import type { Browser, Locator, Page } from 'playwright-core';
import { afterAll, beforeAll, describe, expect, it } from 'vitest';
import { audit, baseUrl, launch, screenshot, signIn, waitForMail } from './browser';

let browser: Browser;
beforeAll(async () => {
  browser = await launch();
});
afterAll(async () => {
  await browser.close();
});

const MEMBER = 'maren@larkspit.example'; // seeded as paid through last fiscal year only
const TREASURER = 'treasurer@larkspit.example';

async function payWith(page: Page, card: string) {
  await page.getByLabel('Card number').fill(card);
  await page.getByLabel(/^Expiry/).fill('12 / 40');
  await page.getByLabel(/^Security code/).fill('123');
  await page.getByRole('button', { name: /^Pay / }).click();
}

describe('dues in Chromium', () => {
  it('a member with dues owing is declined once, then pays and sees the paid-through date', async () => {
    const page = await browser.newPage({ viewport: { width: 390, height: 900 } });
    await signIn(page, MEMBER);
    await page.goto(`${baseUrl()}/dues`);
    await expect
      .poll(() => page.getByTestId('paid-through').innerText(), { timeout: 15000 })
      .toMatch(/\d{4}$/);
    const before = await page.getByTestId('paid-through').innerText();
    await screenshot(page, 'dues-member-owing');
    await page.getByRole('button', { name: /Pay by card/ }).click();
    await page.waitForURL(/\/pay\/cs_/, { timeout: 15000 });

    await payWith(page, '4000 0000 0000 0002');
    await expect
      .poll(() => page.getByRole('alert').innerText(), { timeout: 10000 })
      .toMatch(/declined/i);
    await screenshot(page, 'dues-card-declined');

    await payWith(page, '4242 4242 4242 4242');
    await page.waitForURL(/\/dues\/paid\?session_id=/, { timeout: 15000 });
    await expect
      .poll(() => page.getByTestId('paid-through').innerText(), { timeout: 15000 })
      .toMatch(/^Paid through (?!\d{4}-)\S.*\d{4}$/);
    expect(await page.getByTestId('paid-through').innerText()).not.toContain(before);
    const after = await page.getByTestId('paid-through').locator('time').getAttribute('datetime');
    await screenshot(page, 'dues-paid');
    const receipt = await waitForMail(MEMBER, 'Receipt for your club dues');
    expect(after).toMatch(/^\d{4}-\d{2}-\d{2}$/);
    // The receipt gives the date as people read it, the one the page shows, never the ISO form.
    const shown = await page.getByTestId('paid-through').locator('time').innerText();
    expect(receipt.text).toContain(shown);
    expect(receipt.text).not.toContain(after ?? 'no date');
    // The label is said once ("Paid through 31 Mar 2027"), never "Paid through: Paid through …".
    expect(await page.getByText(/paid through/i).count()).toBe(1);
    expect(
      (await page.getByTestId('paid-through').innerText()).match(/paid through/gi),
    ).toHaveLength(1);
    await page.close();
  });

  it('the treasurer sees the payment in the roster and the summary', async () => {
    const page = await browser.newPage({ viewport: { width: 1280, height: 1000 } });
    await signIn(page, TREASURER);
    await page.goto(`${baseUrl()}/treasury`);
    await expect
      .poll(() => page.getByTestId('summary-collected').innerText(), { timeout: 15000 })
      .toMatch(/€/);
    await expect(page.getByRole('img', { name: /Collected vs expected/ }).count()).resolves.toBe(1);
    await expect(
      page.getByRole('heading', { name: 'Held for the treasurer' }).count(),
    ).resolves.toBe(1);
    const ledger = page.getByRole('table', { name: /Recent entries/ });
    await expect
      .poll(() => ledger.locator('tbody tr').first().innerText(), { timeout: 10000 })
      .toMatch(/Maren Tiller[\s\S]*Card/);
    await screenshot(page, 'treasury-desk');

    await page.getByRole('link', { name: /Member roster/ }).click();
    await page.waitForURL(/\/treasury\/roster/);
    const row = page.getByRole('row', { name: /Maren Tiller/ });
    await expect.poll(() => row.innerText(), { timeout: 10000 }).toMatch(/Current|Due/);
    await page.getByLabel('Status').selectOption('lapsed');
    await expect.poll(() => page.getByRole('row', { name: /Saoirse Gunwale/ }).count()).toBe(1);
    expect(await page.getByRole('row', { name: /Maren Tiller/ }).count()).toBe(0);
    await page.getByLabel('Status').selectOption('');
    await page.getByRole('button', { name: /Select everyone due or overdue/ }).click();
    await page.getByRole('button', { name: 'Preview reminders' }).click();
    await expect.poll(() => page.getByText(/Will receive/).count(), { timeout: 10000 }).toBe(1);
    await screenshot(page, 'treasury-roster');
    await page.close();
  });
  it('the treasurer adds a plan that a member who has not paid yet can join, and previews the calendar', async () => {
    const page = await browser.newPage({ viewport: { width: 1280, height: 1000 } });
    await signIn(page, TREASURER);
    await page.goto(`${baseUrl()}/treasury`);
    await page.getByRole('link', { name: 'Membership plans and fiscal calendar' }).click();
    await page.waitForURL(/\/treasury\/membership-plans/);
    const plans = page.getByRole('list', { name: 'Membership plans' });
    await expect.poll(() => plans.getByRole('listitem').count(), { timeout: 15000 }).toBe(3);

    await page.getByRole('button', { name: 'Add a plan' }).click();
    const form = page.getByRole('form', { name: 'New plan' });
    await form.getByLabel(/^Plan name/).fill('Harbour crew');
    await form.getByLabel(/^Code/).fill('harbour-crew');
    await form.getByLabel('Who it is for').selectOption('associate');
    await form.getByLabel(/^Annual amount/).fill('-60');
    await form.getByLabel('By remaining days').check();
    await form.getByRole('button', { name: 'Create plan' }).click();
    await expect.poll(() => form.getByText(/no minus sign/).count(), { timeout: 5000 }).toBe(1);
    await form.getByLabel(/^Annual amount/).fill('60.00');
    await form.getByRole('button', { name: 'Create plan' }).click();
    await expect
      .poll(() => page.getByRole('status').filter({ hasText: 'Membership plan created' }).count(), {
        timeout: 10000,
      })
      .toBe(1);
    const card = plans.getByRole('listitem', { name: /Harbour crew/ });
    await expect.poll(() => card.innerText()).toMatch(/€60\.00[\s\S]*By remaining days/);

    // A proposed start on 15 July is previewed, not saved.
    const calendar = page.getByRole('form', { name: 'Dues calendar' });
    await calendar.getByLabel('Fiscal year starts in').selectOption('7');
    await calendar.getByLabel(/^on day/).fill('15');
    await expect
      .poll(() => page.getByTestId('fy-start').locator('time').getAttribute('datetime'), {
        timeout: 10000,
      })
      .toMatch(/^\d{4}-07-15$/);
    expect(await page.getByTestId('fy-start').innerText()).toMatch(/^15 Jul \d{4}$/);
    await expect(page.getByRole('heading', { name: /not saved yet/ }).count()).resolves.toBe(1);
    expect(await page.getByRole('row', { name: /Harbour crew/ }).count()).toBe(1);
    await screenshot(page, 'treasury-plans');
    await audit(page, 'treasury plans');
    await page.setViewportSize({ width: 390, height: 900 });
    const overflow = await page.evaluate(
      () => document.documentElement.scrollWidth - document.documentElement.clientWidth,
    );
    expect(overflow).toBeLessThanOrEqual(0);
    await screenshot(page, 'treasury-plans-phone');
    await audit(page, 'treasury plans on a phone');

    const member = await browser.newPage({ viewport: { width: 390, height: 900 } });
    await signIn(member, 'bram@larkspit.example'); // joined 45 days ago, never paid
    await member.goto(`${baseUrl()}/dues`);
    const offer = member.getByRole('region', { name: 'Harbour crew dues' });
    await expect.poll(() => offer.count(), { timeout: 15000 }).toBe(1);
    await expect
      .poll(() => offer.getByRole('button', { name: /Join as Harbour crew · €/ }).count())
      .toBe(1);
    await member.close();
    await page.close();
  });

  it('a seeded card payment the provider has no record of is not refunded, and the dialog says why', async () => {
    const page = await browser.newPage({ viewport: { width: 1280, height: 1000 } });
    await signIn(page, TREASURER);
    await page.goto(`${baseUrl()}/treasury`);
    const refund = page.getByRole('button', { name: /^Refund Idris.*€180\.00$/ });
    await expect.poll(() => refund.count(), { timeout: 15000 }).toBe(1);
    await refund.click();
    const dialog = page.getByRole('dialog');
    await dialog.getByLabel(/^Amount to refund/).fill('20');
    await dialog.getByLabel(/^Reason/).fill('Part refund for a missed month');
    await dialog.getByRole('button', { name: 'Refund' }).click();
    await expect
      .poll(() => dialog.getByRole('alert').innerText(), { timeout: 10000 })
      .toMatch(/no record of this card payment/);
    await screenshot(page, 'treasury-refund-refused');
    await page.keyboard.press('Escape');
    await expect.poll(() => page.getByRole('dialog').count()).toBe(0);
    await page.close();
  });
});

/** True when the element's box lies inside the page's viewport width (no sideways scrolling to reach it). */
async function insideViewport(page: Page, el: Locator) {
  const box = await el.boundingBox();
  const width = page.viewportSize()?.width ?? 0;
  return !!box && box.x >= 0 && box.x + box.width <= width + 0.5;
}

// Runs after the tests above (they look at the seeded held payment before it is returned here).
describe('the treasurer’s day, from the home page', () => {
  for (const width of [1280, 1024, 390]) {
    it(`at ${width} px: queue → held payment → tiles → reminders${width === 390 ? ' → money returned' : ''}`, async () => {
      const page = await browser.newPage({ viewport: { width, height: 900 } });
      await signIn(page, TREASURER);
      await page.goto(`${baseUrl()}/`);
      const queue = page.getByRole('region', { name: "Treasurer's desk" });
      const heldLine = queue.getByRole('listitem').filter({ hasText: /held for a check/ });
      await expect.poll(() => heldLine.innerText(), { timeout: 15000 }).toMatch(/^1 payment held/);
      await expect
        .poll(() =>
          queue
            .getByRole('listitem')
            .filter({ hasText: /overdue/ })
            .innerText(),
        )
        .toMatch(/^\d+ members? overdue/);
      await audit(page, `home treasurer ${width}`);
      await screenshot(page, `treasurer-day-home-${width}`);

      await heldLine.getByRole('link').click();
      await page.waitForURL(/\/treasury$/);
      const heldSection = page.locator('section', {
        has: page.getByRole('heading', { name: 'Held for the treasurer' }),
      });
      const first =
        width < 768
          ? heldSection.getByTestId('payment-cards').getByRole('listitem').first()
          : heldSection.getByRole('table').locator('tbody tr').first();
      await expect.poll(() => first.innerText(), { timeout: 15000 }).toMatch(/Bram Cleatson/);
      // The reason is in money, never in minor units.
      expect(await first.innerText()).toMatch(/€\d+\.\d{2} paid, €\d+\.\d{2} expected/);
      expect(await first.innerText()).not.toMatch(/\d{4}-\d{2}-\d{2}/);
      const status = width < 768 ? first.getByTestId('payment-status') : first.locator('td').nth(3);
      expect(await status.innerText()).toBe('Held');
      const refund = first.getByRole('button', { name: /^Refund Bram/ });
      for (const el of [status, first.getByRole('button', { name: 'Credit' }), refund])
        expect(await insideViewport(page, el)).toBe(true);

      // The tiles say what is in them, and the reconciliation line ends on the expected figure.
      const expected = await page.getByTestId('summary-expected').innerText();
      expect(await page.getByTestId('summary-collected-note').innerText()).toMatch(
        /for this year[\s\S]*held payments are not counted/,
      );
      expect(await page.getByTestId('summary-outstanding-note').innerText()).toMatch(/late fee/);
      expect(await page.getByTestId('summary-reconcile').innerText()).toContain(
        `= ${expected} expected`,
      );
      await audit(page, `treasury desk ${width}`);
      await screenshot(page, `treasurer-day-desk-${width}`);

      if (width === 390) {
        await refund.click();
        const dialog = page.getByRole('dialog');
        await dialog.getByLabel(/^Reason/).fill('Paid the full year instead of the prorated join');
        await dialog.getByRole('button', { name: 'Refund' }).click();
        await expect
          .poll(() => dialog.getByRole('alert').innerText(), { timeout: 10000 })
          .toMatch(/Nothing was refunded/);
        await dialog.getByRole('button', { name: 'Record money returned' }).click();
        await dialog.getByLabel('Returned by').selectOption('transfer');
        await dialog.getByLabel(/^Note/).fill('Sent back by bank transfer, reference RW-RET-7');
        await audit(page, 'record money returned 390');
        await screenshot(page, 'treasurer-day-returned-dialog-390');
        await dialog.getByRole('button', { name: /^Record €\d+\.\d{2} returned$/ }).click();
        await expect.poll(() => page.getByRole('dialog').count(), { timeout: 10000 }).toBe(0);
        await expect
          .poll(() => page.getByRole('heading', { name: 'Held for the treasurer' }).count(), {
            timeout: 10000,
          })
          .toBe(0);
        await expect
          .poll(() => page.getByTestId('summary-held-for-you').innerText(), { timeout: 10000 })
          .toBe('0');
        const ledgerCard = page
          .getByTestId('payment-cards')
          .getByRole('listitem')
          .filter({ hasText: /Bram Cleatson/ })
          .first();
        await expect.poll(() => ledgerCard.innerText()).toMatch(/returned by transfer/);
        const mail = await waitForMail('bram@larkspit.example', 'returned to you');
        expect(mail.text).toMatch(/€\d+\.\d{2} to you by bank transfer/);
        await screenshot(page, 'treasurer-day-returned-390');
      }

      await page.getByRole('link', { name: /Member roster/ }).click();
      await page.waitForURL(/\/treasury\/roster/);
      const summary = (await (await page.request.get(`${baseUrl()}/api/treasury/summary`)).json())
        .data as { counts: { due: number; overdue: number } };
      const behind = summary.counts.due + summary.counts.overdue;
      // The count is there before Preview is pressed.
      const send = page.getByRole('button', {
        name: /^Send \d+ reminders?$|^No reminders to send$/,
      });
      await expect
        .poll(() => send.innerText(), { timeout: 15000 })
        .toBe(
          behind === 0
            ? 'No reminders to send'
            : `Send ${behind} reminder${behind === 1 ? '' : 's'}`,
        );
      if (width < 768) {
        const card = page
          .getByRole('list', { name: 'Members and their dues' })
          .getByRole('listitem')
          .first();
        expect(await insideViewport(page, card.getByTestId('roster-status'))).toBe(true);
        expect(await insideViewport(page, card.getByRole('checkbox'))).toBe(true);
      }
      await audit(page, `roster ${width}`);
      await screenshot(page, `treasurer-day-roster-${width}`);
      await page.close();
    });
  }
});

***

### TASK TO COMPLETE
Work out how many lines in the records above contain the word "audit", and give only that number.

### REPLY
7